Of course, these are merely what ifs. But the Corsair did fly 2 years before Midway, if funds were provided and red tape cut, its an interesting what if.


----------



## Peter Gunn (Aug 19, 2016)

I think the only way the Mustang or the Corsair for that matter to get into the Battle of Midway is if the Japanese attack Pearl Harbor at a much later date, six to eight months later. That would push the Midway contest further into the Mustang (and Corsairs) development cycle, so that and a couple of bucks will get you a cup of coffee.

Reactions: Agree Agree:
1 | Like List reactions


----------



## GrauGeist (Aug 19, 2016)

pinehilljoe said:


> Of course, these are merely what ifs. But the Corsair did fly 2 years before Midway, if funds were provided and red tape cut, its an interesting what if.


Then the Corsair would have been plagued with problems and would have most likely cost not only lost aircraft, but lost pilots as well.

Several types were cursed like this, the Typhoon, the Me210 and so on.

As it stands, the P-40's performance was on a level of the P-51/P-51A by the battle of Midway, so the P-51's presence may have been more of a liability than a blessing.


----------



## Shortround6 (Aug 19, 2016)

pinehilljoe said:


> Of course, these are merely what ifs. But the Corsair did fly 2 years before Midway, if funds were provided and red tape cut, its an interesting what if.

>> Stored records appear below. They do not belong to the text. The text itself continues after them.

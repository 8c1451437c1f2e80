#include "record/vehicle_history.hpp"

#include <filesystem>
#include <fstream>
#include <nlohmann/json.hpp>

#include "record/road_load_json.hpp"
#include "record/session_folder.hpp"

namespace loadtrim::record {

namespace fs = std::filesystem;

std::string vehicle_history_file(const std::string& dir, const std::string& cell_name,
                                 const std::string& vehicle_id) {
  return (fs::path(dir) / identity_name(cell_name) / (safe_name(vehicle_id) + ".json")).string();
}

std::optional<core::HistoryEntry> load_vehicle_history(const std::string& file, std::string* error) {
  std::ifstream in(file);
  if (!in) return std::nullopt;
  try {
    const auto j = nlohmann::json::parse(in);
    core::HistoryEntry h;
    h.utc = j.at("utc").get<std::string>();
    h.target = road_load_from_json(j.at("target"));
    h.final_set = road_load_from_json(j.at("final_set"));
    return h;
  } catch (const std::exception& e) {
    if (error) *error = e.what();
    return std::nullopt;
  }
}

bool save_vehicle_history(const std::string& file, const std::string& vehicle_id, const std::string& session,
                          const core::RoadLoad& target, const core::RoadLoad& final_set, std::string& error) {
  std::error_code ec;
  fs::create_directories(fs::path(file).parent_path(), ec);
  const nlohmann::json j = {{"utc", utc_now()},
                            {"vehicle", vehicle_id},
                            {"session", session},
                            {"target", road_load_json(target)},
                            {"final_set", road_load_json(final_set)}};
  return write_durable(file, j.dump(2) + "\n", error);
}

}  // namespace loadtrim::record
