bool from_hex(const std::string& h, std::string& out) {
  if (h.size() % 2) return false;
  out.clear();
  auto nib = [](char c) -> int {
    if (c >= '0' && c <= '9') return c - '0';
    if (c >= 'a' && c <= 'f') return c - 'a' + 10;
    return -1;  // lower-case only: one spelling per signature
  };
  for (std::size_t i = 0; i < h.size(); i += 2) {
    const int a = nib(h[i]), b = nib(h[i + 1]);
    if (a < 0 || b < 0) return false;
    out += static_cast<char>((a << 4) | b);
  }
  return true;
}

// The fingerprint of an Ed25519 key: sha256 of the raw 32-byte public key.
bool fingerprint_of(EVP_PKEY* k, std::string& fp, std::string& error) {
  if (EVP_PKEY_get_id(k) != EVP_PKEY_ED25519) {
    error = "not an Ed25519 key";
    return false;
  }
  unsigned char raw[64];
  std::size_t len = sizeof raw;
  if (EVP_PKEY_get_raw_public_key(k, raw, &len) != 1 || len != 32) {
    error = "cannot read the public key: " + openssl_error();
    return false;
  }
  fp = "sha256:" + sha256_hex(std::string_view(reinterpret_cast<const char*>(raw), len));
  return true;
}

// Never prompts for a pass phrase (an encrypted key is refused rather than asked about on the terminal).
int no_passphrase(char*, int, int, void*) {
  return -1;
}

bool read_fd(int fd, std::string& out) {
  char buf[4096];
  for (;;) {
    const ssize_t n = ::read(fd, buf, sizeof buf);
    if (n < 0 && errno == EINTR) continue;
    if (n < 0) return false;
    if (n == 0) return true;
    out.append(buf, static_cast<std::size_t>(n));
    if (out.size() > (1u << 20)) return false;  // no key file is this large
  }
}

// fsync(2) of the directory holding `path`, so that a name made in it survives a power loss.
bool fsync_dir(const std::string& path, std::string& error) {
  const std::string dir = fs::path(path).parent_path().empty() ? "." : fs::path(path).parent_path().string();
  return sync_directory(dir, error);
}

// Writes a new file that must not exist yet: a temporary file made with O_EXCL and `mode` from its first
// moment (fchmod makes the mode exact whatever the umask), then link(2) to the final name, which fails on an
// existing file, so a key is never overwritten and never half-written under its name.
bool write_new_file(const std::string& path, const std::string& content, mode_t mode, std::string& error) {
  unsigned char rnd[8];
  if (RAND_bytes(rnd, sizeof rnd) != 1) {
    error = "no randomness for a temporary name: " + openssl_error();
    return false;
  }
  const fs::path p(path);
  const std::string tmp =
      (p.parent_path() / ("." + p.filename().string() + ".tmp-" + to_hex(rnd, sizeof rnd))).string();
  const int fd = ::open(tmp.c_str(), O_WRONLY | O_CREAT | O_EXCL | O_NOFOLLOW | O_CLOEXEC, mode);
  if (fd < 0) {
    error = "cannot create " + tmp + ": " + std::strerror(errno);
    return false;
  }
  auto fail = [&](const std::string& what) {
    error = what + ": " + std::strerror(errno);
    ::close(fd);
    ::unlink(tmp.c_str());
    return false;
  };
  if (::fchmod(fd, mode) != 0) return fail("cannot set the mode of " + tmp);
  std::size_t done = 0;
  while (done < content.size()) {
    const ssize_t w = ::write(fd, content.data() + done, content.size() - done);
    if (w < 0 && errno == EINTR) continue;
    if (w < 0) return fail("cannot write " + tmp);
    done += static_cast<std::size_t>(w);
  }
  if (::fsync(fd) != 0) return fail("cannot sync " + tmp);
  if (::close(fd) != 0) {
    error = "cannot close " + tmp + ": " + std::strerror(errno);
    ::unlink(tmp.c_str());
    return false;
  }
  if (::link(tmp.c_str(), path.c_str()) != 0) {
    error = errno == EEXIST ? path + " already exists; a key is never overwritten"
                            : "cannot create " + path + ": " + std::strerror(errno);
    ::unlink(tmp.c_str());
    return false;
  }
  ::unlink(tmp.c_str());
  if (std::string derr; !fsync_dir(path, derr)) {
    // Not durable: a power loss could take the key back. Nothing is left behind (the key is of no use then).
    error = "cannot make " + path + " durable: " + derr;
    ::unlink(path.c_str());
    return false;
  }
  return true;
}
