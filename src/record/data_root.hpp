// The lab's data root: one place for sessions, dyno checks, histories, keys and the queue, so that every
// command, run from any folder, sees the same state.
//
// Where it is, first match wins:
//   1. the --data-dir option (relative to the current folder)
//   2. the environment variable LOADTRIM_DATA_DIR (non-empty; relative to the current folder)
//   3. `data_dir = "..."` at the top of the system configuration file /etc/loadtrim/loadtrim.toml (absolute)
//   4. $XDG_DATA_HOME/loadtrim, when XDG_DATA_HOME is set to an absolute path (the XDG base directory rule:
//      relative values are ignored)
//   5. $HOME/.local/share/loadtrim
// A system file that exists but whose data_dir is not an absolute path string is an error, not a
// fall-through: a lab that configured a root must not silently get another one.
//
// Layout (made on first use by ensure_data_root):
//   sessions/  session folders            checks/   <cell>/cell-log.jsonl and the check folders
//   history/   vehicle histories          keys/     key pairs and trusted public keys (mode 0700)
//   queue/     work waiting to be done
//
// resolve_data_root is pure (everything it reads is passed in) and unit-tested; find_data_root gathers those
// inputs from the process and the file system.
#pragma once

#include <optional>
#include <string>
#include <vector>

namespace loadtrim::record {

inline constexpr const char* kSystemConfigPath = "/etc/loadtrim/loadtrim.toml";
inline constexpr const char* kDataDirEnv = "LOADTRIM_DATA_DIR";

struct DataRootInputs {
  std::string option;                        // --data-dir, "" when not given
  std::optional<std::string> env;            // LOADTRIM_DATA_DIR
  std::optional<std::string> system_config;  // the text of the system file, nullopt when it does not exist
  std::string system_config_path = kSystemConfigPath;
  std::optional<std::string> xdg_data_home;  // XDG_DATA_HOME
  std::optional<std::string> home;           // HOME
  std::string cwd;                           // the current folder, for relative values
};

struct DataRoot {
  std::string path;    // absolute, normalised; "" when it could not be resolved
  std::string source;  // how it was chosen, for --help and the record, e.g. "--data-dir", "LOADTRIM_DATA_DIR"
  std::string error;   // why it could not be resolved
  bool ok() const { return error.empty() && !path.empty(); }
  std::string sessions() const { return path + "/sessions"; }
  std::string checks() const { return path + "/checks"; }
  std::string history() const { return path + "/history"; }
  std::string keys() const { return path + "/keys"; }
  std::string queue() const { return path + "/queue"; }
  std::string describe() const;  // "<path> (from <source>)" or the error
};

DataRoot resolve_data_root(const DataRootInputs& in);
// The same, from this process: its environment, the system file, its current folder. Never throws.
DataRoot find_data_root(const std::string& option);

// Creates what is missing of the layout; keys/ gets mode 0700, and an existing keys/ that others may enter is
// narrowed to 0700 (noted in *notes). False with error when a folder cannot be made.
bool ensure_data_root(const DataRoot& root, std::string& error, std::vector<std::string>* notes = nullptr);

// The string value of `key` in `table` ("" = the top level, before any [table] header) of a TOML text, for
// the few keys the record layer reads (data_dir, [records] public_key) without a TOML library: basic strings
// with the TOML escapes and literal strings, one per line, comments allowed. nullopt when the key is absent;
// an *error (and nullopt) when it is present but not a one-line string.
std::optional<std::string> toml_string_value(const std::string& text, const std::string& table,
                                             const std::string& key, std::string* error = nullptr);

}  // namespace loadtrim::record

I am not sure on the red tape? The Navy got the prototype to test in late Oct 1940, it completed testing at the end of Feb 1941. Within 6 days the Navy had issued a letter of intent to enter into a production contract. While the contract is not placed until June 30th this may (or may not) have to do with budgets. There were hundreds of changes requested from the prototype. Production started in July (of the first was the end of June) but the first squadron to see combat doesn't see combat until the middle of Feb 1943. 
You would have to cut 8-9 months out of the development/production time. 1st squadron to see combat didn't see their first F4U until late Sept 1942. From Wiki:
" VMF-124 was formed on September 2, 1942 at Camp Kearney, San Diego, California. They were declared fully operational on December 28, 1942 even though the squadron’s pilots had only an average of 25 hours each in the plane."
The Corsair was built in Stratford CT, almost 2500 miles from San Diego. I don't know if the planes were flown cross country, shipped by rail or sent by ship through the Panama Canal.
Getting planes into service quicker in some of these "what ifs" seems to rely on cutting into training time for pilots and ground crews which would rather blunt the effectiveness hoped for. 
The first Navy squadron to get Corsairs, VF-12, lost 14 pilots killed in training flights before getting to the south Pacific. They gave their Corsairs to the Marines and re-equipped with F6Fs.

Reactions: Like Like:
1 | Like List reactions


----------



## BiffF15 (Aug 19, 2016)

Or the USN / USMC could have set up the F-4U school house in CT. Would have cut down out all the shipping time / delays...


----------



## Shortround6 (Aug 19, 2016)

I think a few of the later squadrons did train in Rhode Island. But you still need to get the planes from New England to somewhere in the Pacific to go into action.
Perhaps they should have sent the Corsairs to Europe and the P-51s to the Pacific. Each factory would have been 2500miles closer to the front lines. 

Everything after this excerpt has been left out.